(Data extracts)

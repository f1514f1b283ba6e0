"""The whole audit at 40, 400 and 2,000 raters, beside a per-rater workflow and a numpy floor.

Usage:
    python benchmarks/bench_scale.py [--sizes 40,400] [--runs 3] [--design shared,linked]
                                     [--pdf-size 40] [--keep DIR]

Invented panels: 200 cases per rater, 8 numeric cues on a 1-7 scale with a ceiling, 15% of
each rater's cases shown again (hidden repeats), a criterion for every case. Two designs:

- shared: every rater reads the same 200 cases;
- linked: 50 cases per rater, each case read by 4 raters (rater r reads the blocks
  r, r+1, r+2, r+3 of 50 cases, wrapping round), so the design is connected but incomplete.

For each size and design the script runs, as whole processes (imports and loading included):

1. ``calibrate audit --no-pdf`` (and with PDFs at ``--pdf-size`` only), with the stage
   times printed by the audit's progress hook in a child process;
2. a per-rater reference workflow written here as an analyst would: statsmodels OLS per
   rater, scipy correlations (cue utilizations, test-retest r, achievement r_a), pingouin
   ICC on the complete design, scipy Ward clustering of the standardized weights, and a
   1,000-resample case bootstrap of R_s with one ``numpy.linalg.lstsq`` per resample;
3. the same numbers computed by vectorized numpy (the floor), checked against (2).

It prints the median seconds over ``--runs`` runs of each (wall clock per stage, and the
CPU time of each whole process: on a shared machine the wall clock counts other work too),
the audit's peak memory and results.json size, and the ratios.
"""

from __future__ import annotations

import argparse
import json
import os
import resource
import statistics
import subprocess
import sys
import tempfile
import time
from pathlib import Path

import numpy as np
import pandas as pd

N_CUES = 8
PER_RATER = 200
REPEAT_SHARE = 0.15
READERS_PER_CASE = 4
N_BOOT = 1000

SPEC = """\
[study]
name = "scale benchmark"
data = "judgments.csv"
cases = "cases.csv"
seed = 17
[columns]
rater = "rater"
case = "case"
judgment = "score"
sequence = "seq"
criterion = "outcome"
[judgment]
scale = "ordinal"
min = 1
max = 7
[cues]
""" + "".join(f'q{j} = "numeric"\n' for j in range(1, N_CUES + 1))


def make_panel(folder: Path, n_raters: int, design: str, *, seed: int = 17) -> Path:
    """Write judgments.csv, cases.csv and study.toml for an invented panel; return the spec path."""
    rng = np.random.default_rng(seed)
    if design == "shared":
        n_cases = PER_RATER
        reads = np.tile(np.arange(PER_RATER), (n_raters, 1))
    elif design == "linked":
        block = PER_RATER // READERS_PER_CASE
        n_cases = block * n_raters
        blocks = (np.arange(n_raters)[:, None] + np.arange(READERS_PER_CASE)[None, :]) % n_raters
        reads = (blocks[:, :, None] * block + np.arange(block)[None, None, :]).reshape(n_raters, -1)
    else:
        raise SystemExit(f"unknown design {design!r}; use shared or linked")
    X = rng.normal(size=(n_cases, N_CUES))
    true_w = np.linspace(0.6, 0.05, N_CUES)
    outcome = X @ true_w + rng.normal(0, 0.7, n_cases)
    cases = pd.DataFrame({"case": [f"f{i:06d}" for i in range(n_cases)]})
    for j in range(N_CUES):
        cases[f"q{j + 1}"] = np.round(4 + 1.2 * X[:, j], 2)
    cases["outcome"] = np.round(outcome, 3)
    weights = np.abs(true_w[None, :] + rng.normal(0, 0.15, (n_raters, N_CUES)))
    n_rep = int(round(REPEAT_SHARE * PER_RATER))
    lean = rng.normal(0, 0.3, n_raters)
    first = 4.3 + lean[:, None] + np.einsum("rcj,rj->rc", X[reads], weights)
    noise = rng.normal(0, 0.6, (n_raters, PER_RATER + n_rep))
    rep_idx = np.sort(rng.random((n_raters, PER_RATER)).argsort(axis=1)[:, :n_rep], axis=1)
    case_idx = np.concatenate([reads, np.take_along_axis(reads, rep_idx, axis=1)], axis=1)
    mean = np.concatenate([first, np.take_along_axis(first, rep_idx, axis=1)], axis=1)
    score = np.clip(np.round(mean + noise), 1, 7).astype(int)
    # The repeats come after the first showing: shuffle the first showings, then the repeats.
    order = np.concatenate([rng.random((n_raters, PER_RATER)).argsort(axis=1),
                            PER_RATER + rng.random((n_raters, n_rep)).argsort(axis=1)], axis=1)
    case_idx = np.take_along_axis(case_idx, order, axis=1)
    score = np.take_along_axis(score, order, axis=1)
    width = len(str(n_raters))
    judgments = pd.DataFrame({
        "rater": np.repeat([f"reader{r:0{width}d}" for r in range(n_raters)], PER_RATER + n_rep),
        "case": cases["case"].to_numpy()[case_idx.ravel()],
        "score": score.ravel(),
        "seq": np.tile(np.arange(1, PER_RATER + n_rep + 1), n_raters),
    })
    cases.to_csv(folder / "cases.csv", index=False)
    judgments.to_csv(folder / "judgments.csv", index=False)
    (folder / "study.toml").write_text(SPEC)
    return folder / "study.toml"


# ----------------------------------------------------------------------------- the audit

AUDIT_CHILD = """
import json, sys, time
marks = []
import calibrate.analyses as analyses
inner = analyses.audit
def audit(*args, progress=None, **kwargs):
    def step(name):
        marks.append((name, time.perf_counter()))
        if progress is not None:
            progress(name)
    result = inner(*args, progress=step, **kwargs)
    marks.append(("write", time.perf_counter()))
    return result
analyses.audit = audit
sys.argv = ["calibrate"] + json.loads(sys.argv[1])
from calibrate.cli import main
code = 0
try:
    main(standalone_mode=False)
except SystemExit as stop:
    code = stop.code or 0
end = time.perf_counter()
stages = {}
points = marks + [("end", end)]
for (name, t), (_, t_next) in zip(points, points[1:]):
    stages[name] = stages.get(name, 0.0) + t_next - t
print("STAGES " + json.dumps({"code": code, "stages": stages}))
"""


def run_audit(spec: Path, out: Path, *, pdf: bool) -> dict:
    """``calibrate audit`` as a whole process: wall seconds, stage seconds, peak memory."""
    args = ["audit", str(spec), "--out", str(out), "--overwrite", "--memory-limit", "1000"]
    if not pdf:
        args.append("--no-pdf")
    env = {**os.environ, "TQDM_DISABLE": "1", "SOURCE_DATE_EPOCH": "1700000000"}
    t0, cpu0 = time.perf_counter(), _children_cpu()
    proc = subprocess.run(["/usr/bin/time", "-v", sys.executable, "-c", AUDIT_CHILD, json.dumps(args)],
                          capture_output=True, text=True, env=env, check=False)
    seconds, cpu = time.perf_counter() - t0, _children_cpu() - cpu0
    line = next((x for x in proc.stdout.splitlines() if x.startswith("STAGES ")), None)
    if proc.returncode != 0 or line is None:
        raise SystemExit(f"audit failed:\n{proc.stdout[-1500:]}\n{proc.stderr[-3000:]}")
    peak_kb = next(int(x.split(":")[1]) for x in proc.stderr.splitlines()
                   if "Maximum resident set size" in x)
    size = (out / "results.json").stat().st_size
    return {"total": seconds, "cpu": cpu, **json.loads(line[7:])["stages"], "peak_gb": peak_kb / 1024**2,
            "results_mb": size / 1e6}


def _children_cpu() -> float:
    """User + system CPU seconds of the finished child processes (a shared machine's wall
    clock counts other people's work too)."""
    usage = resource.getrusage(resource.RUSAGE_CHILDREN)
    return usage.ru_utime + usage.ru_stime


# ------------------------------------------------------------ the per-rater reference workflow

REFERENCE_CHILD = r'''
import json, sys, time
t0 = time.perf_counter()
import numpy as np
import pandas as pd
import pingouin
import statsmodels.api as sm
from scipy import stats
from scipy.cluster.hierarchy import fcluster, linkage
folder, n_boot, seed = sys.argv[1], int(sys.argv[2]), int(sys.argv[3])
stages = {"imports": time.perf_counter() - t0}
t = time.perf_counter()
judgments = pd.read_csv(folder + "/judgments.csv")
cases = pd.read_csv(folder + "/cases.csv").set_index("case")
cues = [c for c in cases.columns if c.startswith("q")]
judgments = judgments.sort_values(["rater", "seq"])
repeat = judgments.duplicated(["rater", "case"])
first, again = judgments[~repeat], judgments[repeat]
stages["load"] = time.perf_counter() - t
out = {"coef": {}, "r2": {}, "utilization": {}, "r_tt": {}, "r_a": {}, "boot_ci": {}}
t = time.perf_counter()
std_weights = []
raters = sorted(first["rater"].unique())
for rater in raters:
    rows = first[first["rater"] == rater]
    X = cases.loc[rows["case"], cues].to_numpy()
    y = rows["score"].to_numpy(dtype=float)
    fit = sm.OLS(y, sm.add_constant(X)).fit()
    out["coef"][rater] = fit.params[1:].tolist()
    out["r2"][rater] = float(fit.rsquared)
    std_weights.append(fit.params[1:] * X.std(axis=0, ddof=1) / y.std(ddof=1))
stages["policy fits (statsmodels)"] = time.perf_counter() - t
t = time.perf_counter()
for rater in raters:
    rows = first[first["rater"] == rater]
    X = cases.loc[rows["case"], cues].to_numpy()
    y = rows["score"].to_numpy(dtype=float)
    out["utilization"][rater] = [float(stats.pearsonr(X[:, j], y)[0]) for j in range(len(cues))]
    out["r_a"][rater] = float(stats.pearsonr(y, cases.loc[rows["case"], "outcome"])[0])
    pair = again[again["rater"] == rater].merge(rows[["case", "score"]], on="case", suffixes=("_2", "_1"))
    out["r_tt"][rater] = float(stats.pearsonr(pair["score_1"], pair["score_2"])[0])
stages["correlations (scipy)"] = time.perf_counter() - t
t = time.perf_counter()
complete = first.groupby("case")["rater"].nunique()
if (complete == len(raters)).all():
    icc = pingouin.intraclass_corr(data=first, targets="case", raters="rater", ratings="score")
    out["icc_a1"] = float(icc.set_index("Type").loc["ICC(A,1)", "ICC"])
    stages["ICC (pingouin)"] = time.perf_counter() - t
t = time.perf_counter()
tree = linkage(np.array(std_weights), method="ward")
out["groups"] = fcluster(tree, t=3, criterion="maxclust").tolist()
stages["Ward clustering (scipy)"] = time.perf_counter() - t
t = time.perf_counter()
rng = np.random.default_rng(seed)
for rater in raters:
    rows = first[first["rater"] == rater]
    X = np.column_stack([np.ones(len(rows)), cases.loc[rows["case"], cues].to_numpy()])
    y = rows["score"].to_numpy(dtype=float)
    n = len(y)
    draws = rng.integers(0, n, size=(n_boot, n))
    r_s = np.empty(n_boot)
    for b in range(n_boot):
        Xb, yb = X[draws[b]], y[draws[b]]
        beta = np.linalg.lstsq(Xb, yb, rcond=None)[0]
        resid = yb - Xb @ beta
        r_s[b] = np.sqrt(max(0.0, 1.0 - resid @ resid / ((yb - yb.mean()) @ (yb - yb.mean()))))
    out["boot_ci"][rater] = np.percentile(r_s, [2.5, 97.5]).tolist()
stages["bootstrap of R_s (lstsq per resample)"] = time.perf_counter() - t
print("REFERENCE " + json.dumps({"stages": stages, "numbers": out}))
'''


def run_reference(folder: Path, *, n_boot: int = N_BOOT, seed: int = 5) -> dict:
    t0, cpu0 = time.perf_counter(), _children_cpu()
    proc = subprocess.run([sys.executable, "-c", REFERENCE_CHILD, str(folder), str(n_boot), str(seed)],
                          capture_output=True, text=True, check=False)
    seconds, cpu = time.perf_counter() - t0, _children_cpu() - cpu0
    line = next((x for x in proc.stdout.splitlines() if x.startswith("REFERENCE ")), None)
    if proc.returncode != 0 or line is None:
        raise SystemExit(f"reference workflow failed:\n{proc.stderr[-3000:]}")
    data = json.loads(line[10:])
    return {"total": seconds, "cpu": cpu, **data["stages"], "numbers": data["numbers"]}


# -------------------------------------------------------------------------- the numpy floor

(End Data extracts)

■ Work task:
Although the records may continue, retype only the lines from the first one through the one containing "- linked: 50", exactly as they appear.

■ Answer:
repository f1514f1b283ba6e0
"""The whole audit at 40, 400 and 2,000 raters, beside a per-rater workflow and a numpy floor.

Usage:
    python benchmarks/bench_scale.py [--sizes 40,400] [--runs 3] [--design shared,linked]
                                     [--pdf-size 40] [--keep DIR]

Invented panels: 200 cases per rater, 8 numeric cues on a 1-7 scale with a ceiling, 15% of
each rater's cases shown again (hidden repeats), a criterion for every case. Two designs:

- shared: every rater reads the same 200 cases;
- linked: 50 cases per rater, each case read by 4 raters (rater r reads the blocks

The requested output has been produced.